# Discussion on auto sharing



## Jungle (Feb 17, 2010)

A recent article in MoneySense magizine states the CAA estimates your car costs you on average $830 per month. THe CAA then states that auto sharing costs $320 per month. Companies like zipcar.ca and autoshare.com let you pay a membership to use their cars like a rental service. They insure, maintain and even put gas in them. You just book online and pick it up, at your nearest parking lot. They offer a variety of plans depending on your frequency of use. 

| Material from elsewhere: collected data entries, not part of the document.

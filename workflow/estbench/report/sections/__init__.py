"""The report's sections, in page order: one module each, with its template in
``reports/sections/<name>.html.j2``.

A section module has ``KEY`` (the name its content has in the template) and
``TITLE`` (its entry in the table of contents) and ``build(inputs: SectionInputs)``.
A new section is a module here, its template, and its place in ``SECTIONS``.
"""

from estbench.report.sections import (appendix, convergence, efficiency, glance, intervals, performance,
                                      precision)

#: The sections in page order.
SECTIONS = (glance, precision, performance, convergence, intervals, efficiency, appendix)
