"""Section 2, precision of the simulation: MCSE against the targets, between-block
heterogeneity and failed replicates."""

from __future__ import annotations

import json

from estbench.analyse.failures import share_text
from estbench.report import data as report_data
from estbench.report.model import ReportModel
from estbench.report.sections.base import SectionInputs

#: The entry of the page's table of contents.
TITLE = "Precision of the simulation"
#: The name the template gives this section's content.
KEY = "precision"

#: Most common failure messages shown per scenario x estimator.
TOP_MESSAGES = 3
#: Rows listed of each list of problems (targets not met, flagged blocks, failure
#: warnings); the rest are counted, and every check is in checks.csv.
LISTED = 50


def _where(row, families_by_scenario) -> str:
    return families_by_scenario[row["scenario"]].title


def precision(model: ReportModel, con, checks: list[dict]) -> dict:
    fam_of = {s["scenario"]: f for f in model.families for s in f.scenarios}
    targets = json.loads(model.study["targets"] or "{}")
    target_rows = [c for c in checks if c["check"] == "mcse_target"]
    summary = []
    for measure, target in targets.items():
        rows = [c for c in target_rows if c["measure"] == measure]
        known = [c for c in rows if c["statistic"] is not None]
        worst = max(known, key=lambda c: c["statistic"], default=None)
        summary.append({"measure": measure, "target": target, "checks": len(rows),
                        "met": sum(1 for c in rows if c["passed"]),
                        "unknown": len(rows) - len(known),
                        "worst": worst and {"mcse": worst["statistic"], "where": _where(worst, fam_of),
                                            "n": worst["n"], "estimator": worst["estimator"]}})
    not_met = [{**c, "where": _where(c, fam_of),
                "still": None if c["n_needed"] is None else max(0, c["n_needed"] - c["n_ok"])}
               for c in target_rows if not c["passed"]]
    blocks = [c for c in checks if c["check"] == "block_heterogeneity"]
    tested = [c for c in blocks if c["p_value"] is not None]
    alpha = tested[0]["limit"] if tested else None
    flagged = [{**c, "where": _where(c, fam_of)} for c in tested if not c["passed"]]
    failures = _failures(model, con)
    return {"targets": summary, "not_met": not_met[:LISTED], "not_met_total": len(not_met),
            "blocks_tested": len(tested), "alpha": alpha,
            "expected_by_chance": None if alpha is None else alpha * len(tested), "flagged": flagged[:LISTED],
            "flagged_total": len(flagged), **failures}


def _messages_text(messages, kinds: int) -> str:
    text = "; ".join(f"{m['message']} ×{m['count']}" for m in messages)
    return text + (f"; and {kinds - len(messages)} other message(s)" if kinds > len(messages) else "")


def _failures(model: ReportModel, con) -> dict:
    """Failed replicates as a scenario x estimator matrix (with each cell's
    commonest messages as its tooltip) and each estimator's commonest messages."""
    counts = {(c["scenario"], c["estimator"]): c for c in model.counts}
    tips = {(m["scenario"], m["estimator"]): _messages_text(m["messages"], m["kinds"])
            for m in report_data.failure_messages(con, TOP_MESSAGES, "scenario")}
    names = model.estimator_names()
    rows = []
    for f in model.families:
        for s in f.scenarios:
            cells = {}
            for est in names:
                c = counts.get((s["scenario"], est))
                if c and c["failed"]:
                    cells[est] = {"failed": c["failed"], "rows": c["rows"],
                                  "share": share_text(c["failed"], c["rows"]),
                                  "tip": tips.get((s["scenario"], est), "")}
            if cells:
                rows.append({"where": f.title, "n": s["n"], "cells": cells})
    by_estimator = [{**m, "more": m["kinds"] - len(m["messages"])}
                    for m in report_data.failure_messages(con, TOP_MESSAGES, "estimator")]
    by_estimator.sort(key=lambda m: names.index(m["estimator"]))
    warnings = model.failure_warnings()
    total = sum(c["rows"] for c in model.counts)
    failed = sum(c["failed"] for c in model.counts)
    return {"failure_rows": rows, "failure_estimators": [n for n in names if any(n in r["cells"] for r in rows)],
            "failure_messages": by_estimator, "failed": failed, "replicates": total,
            "failure_warnings": warnings[:LISTED], "failure_warnings_total": len(warnings),
            "max_failed_share": model.max_failed_share}


# ------------------------------------------------------------------ performance tables


def build(inputs: SectionInputs) -> dict:
    return precision(inputs.model, inputs.con, inputs.checks)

Last year from Jan to Dec, we spent a total of $2500 on gas, maintenance and insurance for one car. The car's value also depreciated $6125 in one year!!  Cost and depreciation last year totaled $8652, or $721 per month. The most expensive plan with Zipcar costs $317 per month, or $3804 per year, still much cheaper then ownership. The cheapest plan costs $34/month, light use. 

Zipcar has a nifty example comparing the cost: http://www.zipcar.com/toronto/rates/savings-compare-own

I think transportation is the highest expense for most people. With cars depreciating in value and the cost of maintenance and insurance, over the long term, the cost can really add up. Of course, auto sharing does not really work in suburban areas. The cars are mostly concentrated in denser city areas.

How much do you spend a year on cars and would you consider saving with auto sharing if available?


----------



## HaroldCrump (Jun 10, 2009)

Jungle said:


> They insure, maintain and even put gas in them


Do you need to carry liability insurance or not even that?
I'd think you have to have liability insurance at the very least.
Regarding insurance, liability is the lion's share of your premium.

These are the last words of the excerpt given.